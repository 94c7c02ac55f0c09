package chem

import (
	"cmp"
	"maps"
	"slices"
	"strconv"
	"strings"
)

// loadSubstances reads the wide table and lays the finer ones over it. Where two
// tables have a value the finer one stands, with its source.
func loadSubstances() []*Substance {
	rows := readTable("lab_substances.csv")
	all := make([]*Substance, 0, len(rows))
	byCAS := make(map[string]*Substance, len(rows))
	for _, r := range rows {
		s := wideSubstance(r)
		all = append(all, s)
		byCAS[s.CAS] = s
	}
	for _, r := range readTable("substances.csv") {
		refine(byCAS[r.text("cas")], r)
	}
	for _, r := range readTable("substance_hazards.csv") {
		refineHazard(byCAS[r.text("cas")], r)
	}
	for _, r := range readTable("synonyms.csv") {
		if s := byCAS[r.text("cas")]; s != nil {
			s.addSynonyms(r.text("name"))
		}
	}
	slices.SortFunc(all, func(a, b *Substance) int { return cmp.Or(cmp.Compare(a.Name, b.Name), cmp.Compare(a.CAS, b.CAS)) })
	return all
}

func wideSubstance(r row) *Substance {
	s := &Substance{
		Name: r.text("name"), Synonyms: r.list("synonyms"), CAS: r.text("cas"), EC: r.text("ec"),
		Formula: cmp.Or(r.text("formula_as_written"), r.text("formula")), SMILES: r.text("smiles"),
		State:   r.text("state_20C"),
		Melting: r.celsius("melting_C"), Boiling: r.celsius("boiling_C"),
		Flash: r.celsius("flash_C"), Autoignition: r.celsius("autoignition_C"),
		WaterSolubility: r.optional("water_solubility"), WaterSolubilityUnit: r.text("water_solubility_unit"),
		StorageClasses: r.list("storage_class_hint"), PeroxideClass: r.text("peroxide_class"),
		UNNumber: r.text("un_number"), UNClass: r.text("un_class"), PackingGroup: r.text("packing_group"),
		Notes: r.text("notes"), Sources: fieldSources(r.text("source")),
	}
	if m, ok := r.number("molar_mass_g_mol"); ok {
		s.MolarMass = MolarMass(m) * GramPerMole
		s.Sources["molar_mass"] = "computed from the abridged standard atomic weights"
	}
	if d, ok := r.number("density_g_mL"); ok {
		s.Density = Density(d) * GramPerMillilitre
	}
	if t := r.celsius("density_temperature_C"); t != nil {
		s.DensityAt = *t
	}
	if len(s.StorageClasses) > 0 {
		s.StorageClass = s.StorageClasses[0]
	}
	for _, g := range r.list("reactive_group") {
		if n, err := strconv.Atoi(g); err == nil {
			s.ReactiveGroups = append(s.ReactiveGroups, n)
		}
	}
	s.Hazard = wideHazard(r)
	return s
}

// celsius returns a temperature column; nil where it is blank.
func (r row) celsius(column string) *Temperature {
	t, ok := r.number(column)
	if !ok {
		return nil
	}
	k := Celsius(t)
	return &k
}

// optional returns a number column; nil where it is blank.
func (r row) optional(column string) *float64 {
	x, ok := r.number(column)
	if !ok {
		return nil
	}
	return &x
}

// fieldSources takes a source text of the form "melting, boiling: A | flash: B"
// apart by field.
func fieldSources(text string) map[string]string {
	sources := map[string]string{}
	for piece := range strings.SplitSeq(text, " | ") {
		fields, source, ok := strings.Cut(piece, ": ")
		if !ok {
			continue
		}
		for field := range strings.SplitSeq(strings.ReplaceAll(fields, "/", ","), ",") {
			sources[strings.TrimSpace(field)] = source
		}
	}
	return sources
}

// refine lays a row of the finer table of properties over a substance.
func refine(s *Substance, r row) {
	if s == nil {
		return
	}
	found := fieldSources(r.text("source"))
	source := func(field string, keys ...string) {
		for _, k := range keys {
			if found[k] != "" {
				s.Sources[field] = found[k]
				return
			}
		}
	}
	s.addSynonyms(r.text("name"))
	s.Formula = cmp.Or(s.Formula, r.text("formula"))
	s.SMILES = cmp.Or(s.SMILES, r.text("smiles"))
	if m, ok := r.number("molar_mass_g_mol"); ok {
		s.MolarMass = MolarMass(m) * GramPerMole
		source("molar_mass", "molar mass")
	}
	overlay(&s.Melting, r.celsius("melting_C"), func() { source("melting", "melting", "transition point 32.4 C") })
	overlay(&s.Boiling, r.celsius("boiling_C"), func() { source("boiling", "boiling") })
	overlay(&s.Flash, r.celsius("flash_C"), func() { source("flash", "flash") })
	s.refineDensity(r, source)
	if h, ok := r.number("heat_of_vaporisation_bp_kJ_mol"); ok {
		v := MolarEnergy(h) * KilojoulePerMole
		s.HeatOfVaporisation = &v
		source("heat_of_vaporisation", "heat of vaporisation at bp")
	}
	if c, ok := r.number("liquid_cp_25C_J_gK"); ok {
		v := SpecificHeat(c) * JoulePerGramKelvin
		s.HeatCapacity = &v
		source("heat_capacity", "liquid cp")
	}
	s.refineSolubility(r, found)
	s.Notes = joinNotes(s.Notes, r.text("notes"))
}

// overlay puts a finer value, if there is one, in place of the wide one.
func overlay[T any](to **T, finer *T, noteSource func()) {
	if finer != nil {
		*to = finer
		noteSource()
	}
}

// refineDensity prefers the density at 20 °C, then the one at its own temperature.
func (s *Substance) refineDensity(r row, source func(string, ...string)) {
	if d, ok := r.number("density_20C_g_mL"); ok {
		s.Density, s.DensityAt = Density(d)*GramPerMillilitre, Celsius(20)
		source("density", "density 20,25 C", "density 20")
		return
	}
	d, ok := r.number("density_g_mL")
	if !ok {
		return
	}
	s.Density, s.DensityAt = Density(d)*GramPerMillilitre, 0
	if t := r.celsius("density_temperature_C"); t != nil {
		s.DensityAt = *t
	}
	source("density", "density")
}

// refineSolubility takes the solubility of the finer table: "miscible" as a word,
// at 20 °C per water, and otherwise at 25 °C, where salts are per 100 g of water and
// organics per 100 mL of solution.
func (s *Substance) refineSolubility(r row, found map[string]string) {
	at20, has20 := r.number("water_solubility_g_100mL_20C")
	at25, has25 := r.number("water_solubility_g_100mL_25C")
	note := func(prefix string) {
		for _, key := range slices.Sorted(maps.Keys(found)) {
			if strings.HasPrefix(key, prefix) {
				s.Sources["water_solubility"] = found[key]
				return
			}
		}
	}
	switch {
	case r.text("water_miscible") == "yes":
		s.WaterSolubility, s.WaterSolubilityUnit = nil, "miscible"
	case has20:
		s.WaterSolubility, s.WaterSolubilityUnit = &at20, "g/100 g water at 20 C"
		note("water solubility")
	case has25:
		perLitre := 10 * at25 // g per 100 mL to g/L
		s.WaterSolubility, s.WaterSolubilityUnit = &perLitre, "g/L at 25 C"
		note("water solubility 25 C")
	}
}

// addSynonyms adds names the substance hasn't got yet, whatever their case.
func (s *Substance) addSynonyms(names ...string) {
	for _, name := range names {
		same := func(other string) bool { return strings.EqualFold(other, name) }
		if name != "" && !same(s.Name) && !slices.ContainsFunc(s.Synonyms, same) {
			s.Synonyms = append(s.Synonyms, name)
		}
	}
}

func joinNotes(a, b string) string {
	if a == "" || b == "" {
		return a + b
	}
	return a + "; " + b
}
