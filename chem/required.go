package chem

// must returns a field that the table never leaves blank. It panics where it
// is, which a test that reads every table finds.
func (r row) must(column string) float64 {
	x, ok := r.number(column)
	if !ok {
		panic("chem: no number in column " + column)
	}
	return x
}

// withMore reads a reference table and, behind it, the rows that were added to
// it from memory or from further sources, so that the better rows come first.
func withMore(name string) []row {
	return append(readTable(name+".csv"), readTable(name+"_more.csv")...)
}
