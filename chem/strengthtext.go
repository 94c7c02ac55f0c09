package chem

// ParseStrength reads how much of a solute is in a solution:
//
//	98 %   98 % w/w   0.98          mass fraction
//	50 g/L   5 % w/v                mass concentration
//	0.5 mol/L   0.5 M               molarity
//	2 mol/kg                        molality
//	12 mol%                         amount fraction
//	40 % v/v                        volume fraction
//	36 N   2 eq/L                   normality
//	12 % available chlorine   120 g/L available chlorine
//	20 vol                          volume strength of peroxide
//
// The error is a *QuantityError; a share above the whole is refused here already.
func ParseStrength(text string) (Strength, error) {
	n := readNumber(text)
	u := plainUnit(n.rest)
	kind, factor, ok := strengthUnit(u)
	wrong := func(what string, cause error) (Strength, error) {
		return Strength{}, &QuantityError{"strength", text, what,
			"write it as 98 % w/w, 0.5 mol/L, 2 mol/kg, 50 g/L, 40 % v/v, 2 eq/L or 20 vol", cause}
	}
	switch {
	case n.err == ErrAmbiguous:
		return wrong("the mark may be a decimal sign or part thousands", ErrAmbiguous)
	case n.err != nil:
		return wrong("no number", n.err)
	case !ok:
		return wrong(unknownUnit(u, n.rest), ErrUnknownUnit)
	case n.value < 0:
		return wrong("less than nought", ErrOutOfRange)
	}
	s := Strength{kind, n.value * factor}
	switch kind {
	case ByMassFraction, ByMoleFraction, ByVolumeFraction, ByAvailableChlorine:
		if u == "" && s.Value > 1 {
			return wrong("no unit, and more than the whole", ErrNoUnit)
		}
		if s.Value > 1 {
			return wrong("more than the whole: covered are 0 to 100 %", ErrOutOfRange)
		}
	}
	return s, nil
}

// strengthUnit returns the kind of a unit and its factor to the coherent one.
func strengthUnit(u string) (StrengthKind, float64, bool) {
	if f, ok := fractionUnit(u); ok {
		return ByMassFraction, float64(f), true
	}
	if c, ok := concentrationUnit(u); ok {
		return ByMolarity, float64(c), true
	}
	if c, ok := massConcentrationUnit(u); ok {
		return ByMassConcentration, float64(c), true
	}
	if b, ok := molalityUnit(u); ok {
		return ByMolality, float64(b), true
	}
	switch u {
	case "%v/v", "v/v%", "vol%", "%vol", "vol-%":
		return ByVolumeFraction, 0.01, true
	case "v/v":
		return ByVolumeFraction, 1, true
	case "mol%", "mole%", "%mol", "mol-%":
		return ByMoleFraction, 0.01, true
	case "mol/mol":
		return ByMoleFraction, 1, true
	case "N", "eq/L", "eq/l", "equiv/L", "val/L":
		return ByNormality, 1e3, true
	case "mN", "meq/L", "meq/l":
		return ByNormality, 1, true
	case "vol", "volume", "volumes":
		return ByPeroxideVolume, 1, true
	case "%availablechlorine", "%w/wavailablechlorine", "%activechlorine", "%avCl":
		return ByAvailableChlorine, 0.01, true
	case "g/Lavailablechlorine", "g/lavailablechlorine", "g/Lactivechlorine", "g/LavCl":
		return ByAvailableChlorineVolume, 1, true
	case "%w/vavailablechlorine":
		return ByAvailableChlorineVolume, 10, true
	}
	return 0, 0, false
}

---

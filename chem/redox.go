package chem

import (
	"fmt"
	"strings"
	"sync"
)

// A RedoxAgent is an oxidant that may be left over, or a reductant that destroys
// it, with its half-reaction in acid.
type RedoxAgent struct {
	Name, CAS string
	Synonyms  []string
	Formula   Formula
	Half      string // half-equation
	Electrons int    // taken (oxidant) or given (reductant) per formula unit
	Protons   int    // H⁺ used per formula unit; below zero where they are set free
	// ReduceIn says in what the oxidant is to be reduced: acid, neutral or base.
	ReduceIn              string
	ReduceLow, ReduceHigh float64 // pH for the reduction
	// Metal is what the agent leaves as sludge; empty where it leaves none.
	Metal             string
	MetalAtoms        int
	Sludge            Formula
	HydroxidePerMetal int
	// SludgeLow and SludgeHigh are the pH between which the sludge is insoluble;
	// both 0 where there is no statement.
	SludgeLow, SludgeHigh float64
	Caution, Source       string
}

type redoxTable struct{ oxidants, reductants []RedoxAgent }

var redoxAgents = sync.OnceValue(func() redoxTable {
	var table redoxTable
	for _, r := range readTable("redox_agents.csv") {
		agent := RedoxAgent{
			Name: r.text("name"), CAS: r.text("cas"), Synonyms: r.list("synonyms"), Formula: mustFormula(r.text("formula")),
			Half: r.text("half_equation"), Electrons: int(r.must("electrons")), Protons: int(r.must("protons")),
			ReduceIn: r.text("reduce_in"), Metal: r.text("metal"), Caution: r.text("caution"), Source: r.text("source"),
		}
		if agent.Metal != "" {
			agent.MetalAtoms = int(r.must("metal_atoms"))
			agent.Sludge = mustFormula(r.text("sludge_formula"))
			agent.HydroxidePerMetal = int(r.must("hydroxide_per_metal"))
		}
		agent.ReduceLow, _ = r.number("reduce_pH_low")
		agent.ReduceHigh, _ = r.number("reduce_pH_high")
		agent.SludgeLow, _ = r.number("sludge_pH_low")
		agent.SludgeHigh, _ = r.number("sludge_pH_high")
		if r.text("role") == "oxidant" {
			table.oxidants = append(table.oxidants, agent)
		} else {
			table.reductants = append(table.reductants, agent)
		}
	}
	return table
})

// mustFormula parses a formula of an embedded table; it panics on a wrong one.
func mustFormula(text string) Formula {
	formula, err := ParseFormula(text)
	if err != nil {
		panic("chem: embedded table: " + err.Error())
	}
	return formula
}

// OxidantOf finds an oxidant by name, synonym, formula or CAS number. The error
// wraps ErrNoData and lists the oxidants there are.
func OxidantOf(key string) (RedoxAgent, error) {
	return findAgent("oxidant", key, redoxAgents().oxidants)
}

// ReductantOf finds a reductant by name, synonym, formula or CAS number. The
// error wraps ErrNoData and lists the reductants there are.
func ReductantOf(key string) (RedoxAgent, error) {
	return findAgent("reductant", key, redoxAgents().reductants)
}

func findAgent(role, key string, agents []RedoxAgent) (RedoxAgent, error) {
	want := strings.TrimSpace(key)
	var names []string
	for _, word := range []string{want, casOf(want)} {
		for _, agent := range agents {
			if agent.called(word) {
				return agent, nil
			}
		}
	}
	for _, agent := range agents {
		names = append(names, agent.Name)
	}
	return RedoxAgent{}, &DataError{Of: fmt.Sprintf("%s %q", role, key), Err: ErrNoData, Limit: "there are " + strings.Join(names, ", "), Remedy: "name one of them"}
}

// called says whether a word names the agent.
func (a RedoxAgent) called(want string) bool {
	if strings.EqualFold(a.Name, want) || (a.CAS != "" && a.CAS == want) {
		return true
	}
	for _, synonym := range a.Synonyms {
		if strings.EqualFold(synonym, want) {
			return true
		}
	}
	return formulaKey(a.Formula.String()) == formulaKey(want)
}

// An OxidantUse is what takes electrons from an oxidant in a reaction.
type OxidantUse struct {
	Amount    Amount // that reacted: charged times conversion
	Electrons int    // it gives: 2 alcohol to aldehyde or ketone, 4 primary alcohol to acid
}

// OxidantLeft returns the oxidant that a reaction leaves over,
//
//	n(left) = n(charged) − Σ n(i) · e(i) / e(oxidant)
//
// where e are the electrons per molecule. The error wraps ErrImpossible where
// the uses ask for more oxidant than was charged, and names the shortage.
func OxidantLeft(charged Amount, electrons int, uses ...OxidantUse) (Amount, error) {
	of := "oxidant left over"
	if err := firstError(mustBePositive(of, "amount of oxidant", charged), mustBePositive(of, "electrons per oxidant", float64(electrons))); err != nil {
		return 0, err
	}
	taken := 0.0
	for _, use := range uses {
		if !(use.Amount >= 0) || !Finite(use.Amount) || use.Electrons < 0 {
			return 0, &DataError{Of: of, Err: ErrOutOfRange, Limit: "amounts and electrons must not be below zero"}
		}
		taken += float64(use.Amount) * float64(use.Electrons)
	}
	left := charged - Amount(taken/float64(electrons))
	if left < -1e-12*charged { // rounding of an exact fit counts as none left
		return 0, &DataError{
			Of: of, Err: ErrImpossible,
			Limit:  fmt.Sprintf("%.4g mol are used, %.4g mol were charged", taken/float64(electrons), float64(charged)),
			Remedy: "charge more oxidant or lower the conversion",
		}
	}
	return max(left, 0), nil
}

(Work order): Using the records above, set down exactly the lines from the one with "noteSource()" through the one with "note := func(prefix", inclusive, and nothing more.

(Response):
		noteSource()
	}
}

// refineDensity prefers the density at 20 °C, then the one at its own temperature.
func (s *Substance) refineDensity(r row, source func(string, ...string)) {
	if d, ok := r.number("density_20C_g_mL"); ok {
		s.Density, s.DensityAt = Density(d)*GramPerMillilitre, Celsius(20)
		source("density", "density 20,25 C", "density 20")
		return
	}
	d, ok := r.number("density_g_mL")
	if !ok {
		return
	}
	s.Density, s.DensityAt = Density(d)*GramPerMillilitre, 0
	if t := r.celsius("density_temperature_C"); t != nil {
		s.DensityAt = *t
	}
	source("density", "density")
}

// refineSolubility takes the solubility of the finer table: "miscible" as a word,
// at 20 °C per water, and otherwise at 25 °C, where salts are per 100 g of water and
// organics per 100 mL of solution.
func (s *Substance) refineSolubility(r row, found map[string]string) {
	at20, has20 := r.number("water_solubility_g_100mL_20C")
	at25, has25 := r.number("water_solubility_g_100mL_25C")
	note := func(prefix string) {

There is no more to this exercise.